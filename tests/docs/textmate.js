/* textmate.js SOURCE_DIR: the TextMate grammar with the reader that editors use (npm packages
 * vscode-textmate and vscode-oniguruma, found by NODE_PATH): what scope the words of a cell get. Ends
 * with 77 (skipped) where these are missing. */
"use strict";
const fs = require("fs");
const path = require("path");

let textmate, oniguruma;
try {
    textmate = require("vscode-textmate");
    oniguruma = require("vscode-oniguruma");
} catch (error) {
    console.log("skipped: npm packages vscode-textmate and vscode-oniguruma are not in NODE_PATH");
    process.exit(77);
}

/* The groups of coloured.groups as scopes. */
const scopes = {
    Comment: "comment.line", Text: "string.quoted", Statement: "keyword.control", Part: "storage.type",
    Number: "constant.numeric", Arrow: "keyword.operator", Key: "variable.parameter",
    Quantity: "variable.other", Phrase: "keyword.other", Function: "support.function",
    Constant: "constant.language", None: "source.ampstead",
};

function group_of(tokens, column) {
    const token = tokens.find((t) => t.startIndex <= column && column < t.endIndex);
    const scope = token.scopes[token.scopes.length - 1];
    return Object.keys(scopes).find((name) => scope.startsWith(scopes[name])) || scope;
}

async function main(source) {
    const wasm = fs.readFileSync(path.join(path.dirname(require.resolve("vscode-oniguruma")), "onig.wasm"));
    await oniguruma.loadWASM(wasm.buffer.slice(wasm.byteOffset, wasm.byteOffset + wasm.byteLength));
    const file = path.join(source, "docs/editors/ampstead.tmLanguage.json");
    const registry = new textmate.Registry({
        onigLib: Promise.resolve({
            createOnigScanner: (patterns) => new oniguruma.OnigScanner(patterns),
            createOnigString: (text) => new oniguruma.OnigString(text),
        }),
        loadGrammar: async () => textmate.parseRawGrammar(fs.readFileSync(file, "utf8"), file),
    });
    const grammar = await registry.loadGrammar("source.ampstead");
    let stack = textmate.INITIAL;
    const lines = fs.readFileSync(path.join(source, "tests/docs/coloured.cell"), "utf8").split("\n").map((text) => {
        const read = grammar.tokenizeLine(text, stack);
        stack = read.ruleStack;
        return { text, tokens: read.tokens };
    });
    let failures = 0, count = 0;
    for (const row of fs.readFileSync(path.join(source, "tests/docs/coloured.groups"), "utf8").split("\n")) {
        const parts = /^(\d+) (.*) (\w+)$/.exec(row);
        if (!parts || row.startsWith("%")) {
            continue;
        }
        const { text, tokens } = lines[Number(parts[1]) - 1];
        const word = parts[2].replace(/[.*+?^${}()|[\]\\]/g, "\\$&");
        const at = text.search(/^\w/.test(parts[2]) ? new RegExp("(?<!\\w)" + word) : new RegExp(word));
        const groups = new Set();
        for (let k = at; k < at + parts[2].length; k++) {
            groups.add(group_of(tokens, k));
        }
        count++;
        if (at < 0 || groups.size !== 1 || !groups.has(parts[3])) {
            console.log("FAILED: line " + parts[1] + ", '" + parts[2] + "': " + [...groups].join("+") +
                " instead of " + parts[3]);
            failures++;
        }
    }
    console.log(failures ? failures + " failures" : "the grammar colours " + count + " words as it should");
    process.exit(failures ? 1 : 0);
}

main(process.argv[2]);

**TASK DESCRIPTION**: What are the lines from the one containing "const groups = new Set();" to the end of the material above? Return them exactly, and only them.

**RESULT**:
        const groups = new Set();
        for (let k = at; k < at + parts[2].length; k++) {
            groups.add(group_of(tokens, k));
        }
        count++;
        if (at < 0 || groups.size !== 1 || !groups.has(parts[3])) {
            console.log("FAILED: line " + parts[1] + ", '" + parts[2] + "': " + [...groups].join("+") +
                " instead of " + parts[3]);
            failures++;
        }
    }
    console.log(failures ? failures + " failures" : "the grammar colours " + count + " words as it should");
    process.exit(failures ? 1 : 0);
}

main(process.argv[2]);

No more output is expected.